Technology & Science

Global cellphone sales slowing, IDC says

After years of massive growth, the worldwide market for cellphones is finally starting to cool, according to analysts.

After years of massive growth, the worldwide market for cellphones is finally starting to cool, according to analysts at IDC.

Year-over-year growth in sales of handsets during the holiday quarter has fluctuated between 18 and 30 per cent over the past three years, but this past quarter saw an increase of only 11.6 per cent, the global research firm said on Friday. That lower growth is an indication that cellphone sales have peaked.

"The expectation that the market would maintain the level of growth it saw over the last three years was unrealistic," said Ryan Reith, senior research analyst with IDC's worldwide mobile phone tracker, in a release. "We expect growth to be in the single digits throughout 2008, and most likely for years to follow."

More than 300 million devices were shipped in the fourth quarter, bringing the 2007 sales total to more than 1.1 billion handsets, or a 12.4 per cent increase over the previous year.

Many countries — particularly in Europe and Asia — have reached cellphone saturation points, where many people own more than one device and subscriptions actually outnumber the population. As a result, handset sales in these countries are largely driven by customers replacing their devices, rather than new subscribers coming on.

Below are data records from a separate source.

double EnvelopeIntegrator::MomentBefore(double t) const {
    double m = 0;
    const size_t n = env_->bins.size();
    if (n > 0 && t > env_->binStartS) {
        const double pos = (t - env_->binStartS) / env_->binWidthS;
        if (pos >= static_cast<double>(n)) {
            m += binMomentPrefix_[n];
        } else {
            const size_t k = static_cast<size_t>(pos);
            const double a = EffectiveBinStart(k);
            const double frac = BinFraction(k, t);
            m += binMomentPrefix_[k] + frac * env_->bins[k] * (a + 0.5 * std::max(0.0, t - a));
        }
    }
    m += imp_->momentPrefix[imp_->Before(t)];
    return m + TailMomentBefore(t);
}

double EnvelopeIntegrator::EnergyDirect(double a, double b) const {
    double e = 0;
    const size_t n = env_->bins.size();
    if (n > 0 && b > a) {
        const double w = env_->binWidthS;
        const double pa = std::max(0.0, (a - env_->binStartS) / w), pb = (b - env_->binStartS) / w;
        const size_t ka = static_cast<size_t>(pa);
        for (size_t k = ka; k < n && static_cast<double>(k) < pb; ++k) {
            const double lo = std::max(BinFraction(k, a), 0.0), hi = BinFraction(k, b);
            if (hi > lo) e += (hi - lo) * env_->bins[k];
        }
    }
    // Impulses in [a, b), summed one by one (sorted: only those inside are visited).
    const size_t count = imp_->times.size();
    for (size_t i = imp_->Before(a); i < count && imp_->times[i] < b; ++i) e += imp_->energies[i];
    return e + (TailEnergyBefore(b) - TailEnergyBefore(a));
}

double EnvelopeIntegrator::EnergyAfterFrom(double t, size_t imp) const {
    // Summed from the parts after t (not Total - Before) to keep deep decays accurate.
    double e = 0;
    const size_t n = env_->bins.size();
    if (n > 0) {
        const double pos = (t - env_->binStartS) / env_->binWidthS;
        if (pos <= 0) {
            e += binSuffix_[0];
        } else if (pos < static_cast<double>(n)) {
            const size_t k = static_cast<size_t>(pos);
            e += binSuffix_[k + 1] + (1.0 - BinFraction(k, t)) * env_->bins[k];
        }
    }
    e += imp_->prefix.back() - imp_->prefix[imp];
    if (env_->tailRate > 0 && env_->tailDecay > 0) {
        const double k = env_->tailDecay;
        const double from = std::max(t, env_->tailStartS);
        e += env_->tailRate * std::exp(-k * (from - env_->tailStartS)) / k;
    }
    return e;
}

std::complex<double> EnvelopeIntegrator::Fourier(double omega) const {
    using C = std::complex<double>;
    const EnergyEnvelope& env = *env_;
    C sum = 0;
    // Bins: a uniform bin of width w integrates to E sinc(w w/2) e^{-j w mid}; the phase
    // advances by a fixed rotation per bin.
    const size_t n = env.bins.size();
    if (n > 0) {
        const double w = env.binWidthS, half = 0.5 * omega * w;
        const double sinc = half == 0 ? 1.0 : std::sin(half) / half;
        const C step = std::polar(1.0, -omega * w);
        C phase = std::polar(1.0, -omega * (env.binStartS + 0.5 * w));
        C acc = 0;
        for (size_t k = 0; k < n; ++k) {
            acc += env.bins[k] * phase;
            phase *= step;
            if ((k & 1023) == 1023) phase /= std::abs(phase);  // keep the rotation unit length
        }
        sum += sinc * acc;
    }
    for (size_t i = 0; i < imp_->times.size(); ++i)
        sum += imp_->energies[i] * std::polar(1.0, -omega * imp_->times[i]);
    if (env.tailRate > 0 && env.tailDecay > 0)
        sum += env.tailRate * std::polar(1.0, -omega * env.tailStartS) / C(env.tailDecay, omega);
    return sum;
}

namespace {

/* The bins' sums of FourierMany: ar + j ai = sum_k e_k (pr + j pi) (sr + j si)^k, the
   rotations renormalised every 1024 bins. kCount > 0 fixes the number of frequencies at
   compile time (the loops unroll); 0 reads it from `count`. */
template <int kCount>
[[gnu::always_inline]] inline void RotateSumT(const double* bins, size_t n, int count, double* pr0, double* pi0,
                                              const double* sr0, const double* si0, double* ar0, double* ai0) {
    constexpr int kMax = 32;
    const int fs = kCount > 0 ? kCount : count;
    // Local copies: the compiler knows they alias nothing, so it keeps them in vectors.
    double pr[kMax], pi[kMax], sr[kMax], si[kMax], ar[kMax], ai[kMax];
    for (int f = 0; f < fs; ++f)
        pr[f] = pr0[f], pi[f] = pi0[f], sr[f] = sr0[f], si[f] = si0[f], ar[f] = ar0[f], ai[f] = ai0[f];
    for (size_t k = 0; k < n; ++k) {
        const double e = bins[k];
        for (int f = 0; f < fs; ++f) {
            ar[f] += e * pr[f];
            ai[f] += e * pi[f];
            const double r = pr[f] * sr[f] - pi[f] * si[f];
            pi[f] = pr[f] * si[f] + pi[f] * sr[f];
            pr[f] = r;
        }
        if ((k & 1023) == 1023)
            for (int f = 0; f < fs; ++f) {  // keep the rotations unit length
                const double m = std::hypot(pr[f], pi[f]);
                pr[f] /= m;
                pi[f] /= m;
            }
    }
    for (int f = 0; f < fs; ++f) pr0[f] = pr[f], pi0[f] = pi[f], ar0[f] = ar[f], ai0[f] = ai[f];
}

// The same sums on 256-bit vectors where the processor has them, eight frequencies at a
// time (two vectors each for the rotation, step and sums stay in registers): the same
// multiplications and additions in the same order per frequency (no fused multiply-add), so
// the same bits as RotateSumT.
#if defined(__x86_64__) && (defined(__GNUC__) || defined(__clang__))
#define HALLWRIGHT_ROTATE_AVX2 1
typedef double V4 __attribute__((vector_size(32)));
__attribute__((target("avx2"))) void RotateSumAvx2(const double* bins, size_t n, int count, double* pr0,
                                                    double* pi0, const double* sr0, const double* si0,
                                                    double* ar0, double* ai0) {
    for (int g = 0; g < count; g += 8) {
        // Lanes past `count` rotate by 1 (pr = 1, pi = 0) and are dropped.
        alignas(32) double pr[8], pi[8], sr[8], si[8], ar[8], ai[8];
        for (int l = 0; l < 8; ++l) {
            const int f = g + l;
            const bool used = f < count;
            pr[l] = used ? pr0[f] : 1.0, pi[l] = used ? pi0[f] : 0.0;
            sr[l] = used ? sr0[f] : 1.0, si[l] = used ? si0[f] : 0.0;
            ar[l] = used ? ar0[f] : 0.0, ai[l] = used ? ai0[f] : 0.0;
        }
        V4 pa, pb, qa, qb, sra, srb, sia, sib, aa, ab, ba, bb;
        __builtin_memcpy(&pa, pr, 32), __builtin_memcpy(&pb, pr + 4, 32);
        __builtin_memcpy(&qa, pi, 32), __builtin_memcpy(&qb, pi + 4, 32);
        __builtin_memcpy(&sra, sr, 32), __builtin_memcpy(&srb, sr + 4, 32);
        __builtin_memcpy(&sia, si, 32), __builtin_memcpy(&sib, si + 4, 32);
        __builtin_memcpy(&aa, ar, 32), __builtin_memcpy(&ab, ar + 4, 32);
        __builtin_memcpy(&ba, ai, 32), __builtin_memcpy(&bb, ai + 4, 32);
        for (size_t k = 0; k < n; ++k) {
            const V4 e = {bins[k], bins[k], bins[k], bins[k]};
            aa += e * pa, ab += e * pb;
            ba += e * qa, bb += e * qb;
            const V4 ra = pa * sra - qa * sia, rb = pb * srb - qb * sib;
            qa = pa * sia + qa * sra, qb = pb * sib + qb * srb;
            pa = ra, pb = rb;
            if ((k & 1023) == 1023) {  // keep the rotations unit length
                __builtin_memcpy(pr, &pa, 32), __builtin_memcpy(pr + 4, &pb, 32);
                __builtin_memcpy(pi, &qa, 32), __builtin_memcpy(pi + 4, &qb, 32);
                for (int l = 0; l < 8; ++l) {
                    const double m = std::hypot(pr[l], pi[l]);
                    pr[l] /= m;
                    pi[l] /= m;
                }
                __builtin_memcpy(&pa, pr, 32), __builtin_memcpy(&pb, pr + 4, 32);
                __builtin_memcpy(&qa, pi, 32), __builtin_memcpy(&qb, pi + 4, 32);
            }
        }
        __builtin_memcpy(pr, &pa, 32), __builtin_memcpy(pr + 4, &pb, 32);
        __builtin_memcpy(pi, &qa, 32), __builtin_memcpy(pi + 4, &qb, 32);
        __builtin_memcpy(ar, &aa, 32), __builtin_memcpy(ar + 4, &ab, 32);
        __builtin_memcpy(ai, &ba, 32), __builtin_memcpy(ai + 4, &bb, 32);
        for (int l = 0; l < 8 && g + l < count; ++l)
            pr0[g + l] = pr[l], pi0[g + l] = pi[l], ar0[g + l] = ar[l], ai0[g + l] = ai[l];
    }
}
const bool kHaveAvx2 = [] {
    __builtin_cpu_init();
    return __builtin_cpu_supports("avx2") != 0;
}();
#endif
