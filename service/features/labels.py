"""Horizon labels and event-history features for snapshots, from sorted failure and action logs.

The rules (also in the README of the ``timeline:`` section):

- positive: a failure of a chosen type falls in ``(t, t + horizon]``;
- down (see :func:`down_reasons`): after its latest failure f <= t the entity is down at least
  while ``t - f <= after_failure`` (so a snapshot at the failure itself always is), then until
  its readings resume or a repair of a kind in ``until_action`` is logged, whichever is first,
  and never longer than ``max``; with ``stale_after``, also whenever its latest reading is older
  than that. Down snapshots are excluded;
- censored: no failure in the horizon and ``t + horizon`` is after the end of observation (the
  entity's last reading or last failure, whichever is later); excluded unless
  ``censored: negative`` is asked for;
- negative: otherwise.
"""

from __future__ import annotations

from dataclasses import dataclass

import numpy as np

from causeline.service.features.windows import rank

POSITIVE, NEGATIVE, CENSORED, DOWN = "positive", "negative", "censored", "down"


@dataclass(frozen=True)
class EventLog:
    """One log's rows sorted by (entity code, time)."""

    codes: np.ndarray
    times: np.ndarray

    def _row(self, codes: np.ndarray, position: np.ndarray) -> tuple[np.ndarray, np.ndarray]:
        """The time at each ``position`` and whether that row exists and is the query's entity."""
        if self.codes.size == 0:
            return np.zeros(codes.size, self.times.dtype), np.zeros(codes.size, dtype=bool)
        safe = np.clip(position, 0, self.codes.size - 1)
        found = (position >= 0) & (position < self.codes.size) & (self.codes[safe] == codes)
        return self.times[safe], found

    def latest(self, codes: np.ndarray, times: np.ndarray, inclusive: bool = True
               ) -> tuple[np.ndarray, np.ndarray]:
        """Each query's latest row at (or, not inclusive, strictly before) its time, if any."""
        return self._row(codes, rank(self.codes, self.times, codes, times, inclusive) - 1)

    def next_after(self, codes: np.ndarray, times: np.ndarray) -> tuple[np.ndarray, np.ndarray]:
        """Each query's first row strictly after its time, if any."""
        return self._row(codes, rank(self.codes, self.times, codes, times, inclusive=True))

    def count_through(self, codes: np.ndarray, times: np.ndarray) -> np.ndarray:
        """Rows of the same entity at or before each query's time."""
        through = rank(self.codes, self.times, codes, times, inclusive=True)
        return through - np.searchsorted(self.codes, codes, side="left")


AFTER_FAILURE = "after failure"
WAITING = "until readings resume or a repair"
STALE = "readings missing"
DOWN_REASONS = (AFTER_FAILURE, WAITING, STALE)


@dataclass(frozen=True)
class DownSpans:
    """One down rule in clock units: minimum, cap (inf: none), and what ends it."""

    after: float
    cap: float
    until_readings: bool
    repairs: EventLog | None


def down_reasons(
    codes: np.ndarray,
    times: np.ndarray,
    failures: EventLog,
    failure_rule: np.ndarray,
    rules: list[DownSpans],
    readings: EventLog,
    stale: float | None,
) -> np.ndarray:
    """Per snapshot, why it is down (one of :data:`DOWN_REASONS`), or "" when it is not.

    ``failure_rule`` gives, per failure row, the index of its rule in ``rules``.
    """
    position = rank(failures.codes, failures.times, codes, times, inclusive=True) - 1
    failed_at, has_failure = failures._row(codes, position)
    rule = np.where(has_failure, failure_rule[np.clip(position, 0, None)]
                    if failure_rule.size else 0, 0)
    after = np.array([r.after for r in rules])[rule]
    cap = np.array([r.cap for r in rules])[rule]
    by_readings = np.array([r.until_readings for r in rules])[rule]
    elapsed = (times - failed_at).astype(np.float64)
    minimum = has_failure & (elapsed <= after)
    resumed_at, resumes = readings.next_after(codes, failed_at)
    ended = by_readings & resumes & (resumed_at <= times)
    ends = by_readings.copy()
    for index, spans in enumerate(rules):
        if spans.repairs is None:
            continue
        mine = rule == index
        # The first repair at or after the failure; snapshots strictly after it count again.
        repaired_at, repaired = spans.repairs._row(
            codes, rank(spans.repairs.codes, spans.repairs.times, codes, failed_at, False))
        ended |= mine & repaired & (repaired_at < times)
        ends |= mine
    waiting = has_failure & ends & ~ended & (elapsed < cap)
    reasons = np.full(codes.size, "", dtype=object)
    if stale is not None:
        last, seen = readings.latest(codes, times)
        reasons[seen & ((times - last).astype(np.float64) > stale)] = STALE
    reasons[waiting] = WAITING
    reasons[minimum] = AFTER_FAILURE
    return reasons


def label_status(
    codes: np.ndarray,
    times: np.ndarray,
    failures: EventLog,
    horizon: float,
    down: np.ndarray,
    observed_until: np.ndarray,
) -> np.ndarray:
    """Each snapshot's status: positive, negative, censored or down (see the module docstring).

    ``down`` marks the snapshots :func:`down_reasons` found down; ``observed_until`` is each
    snapshot's entity's end of observation.
    """
    upcoming, has_next = failures.next_after(codes, times)
    positive = has_next & (upcoming <= times + horizon)
    censored = ~positive & (times + horizon > observed_until)
    status = np.full(codes.size, NEGATIVE, dtype=object)
    status[censored] = CENSORED
    status[positive] = POSITIVE
    status[down] = DOWN
    return status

The slowdown isn't likely to happen in Canada, however. With about 19 million cellphone subscribers, or about 60 per cent of the population, Canada is far from achieving the penetration rates seen in Europe and Asia. Lawrence Surtees, principal analyst of communications research for IDC Canada, said in an interview that Canada will still need a few years to achieve a saturation rate of 80 to 90 per cent of the population.

"I don't think we're anywhere near a saturation point in Canada yet," he said. "We've got a ways to go mainly because we still have many people that are waking up to wireless."

He said the global slowdown could also reverse itself when the cellphone makers start paying attention to the largely undeveloped market of Africa.

"They're just beginning while the rest of the world has sort of hit a plateau," Surtees said.

Nokia maintains lead

Worldwide, Nokia maintained its lead over the handset market, with a share of about 38 per cent. The company shipped more than 437 million devices, representing a four per cent increase in market share over 2006.

IDC's prediction of single-digit growth countered a more bullish forecast by Nokia on Thursday, which predicted a 10 per cent increase in mobile phone shipments in 2008.

Samsung overtook Motorola as the No. 2 manufacturer, with 14 per cent market share. The company shipped 161 million handsets in 2007, giving it a three per cent increase in market share over 2006, IDC said.

Motorola faced a number of challenges over the past year, with the company's chief executive admitting the firm had missed out on significant growth areas, including 3G, China and emerging markets. Motorola's market share slipped to 13.9 per cent in 2007 from 21 per cent a year earlier. The company shipped 159 million handsets, down from 217 million.

"Give credit to Samsung for taking the No. 2 position worldwide from Motorola," said Ramon Llamas, research analyst with IDC's mobile devices technology and trends team, in a statement. "Samsung capitalized on replacement handset opportunities in the United States and Europe with a steady stream of mid-range and high-end devices, while Motorola spent much of the year addressing inventory challenges."

Sony Ericsson and LG Electronics rounded out the top five mobile phone vendors with nine and seven per cent market share respectively, IDC said.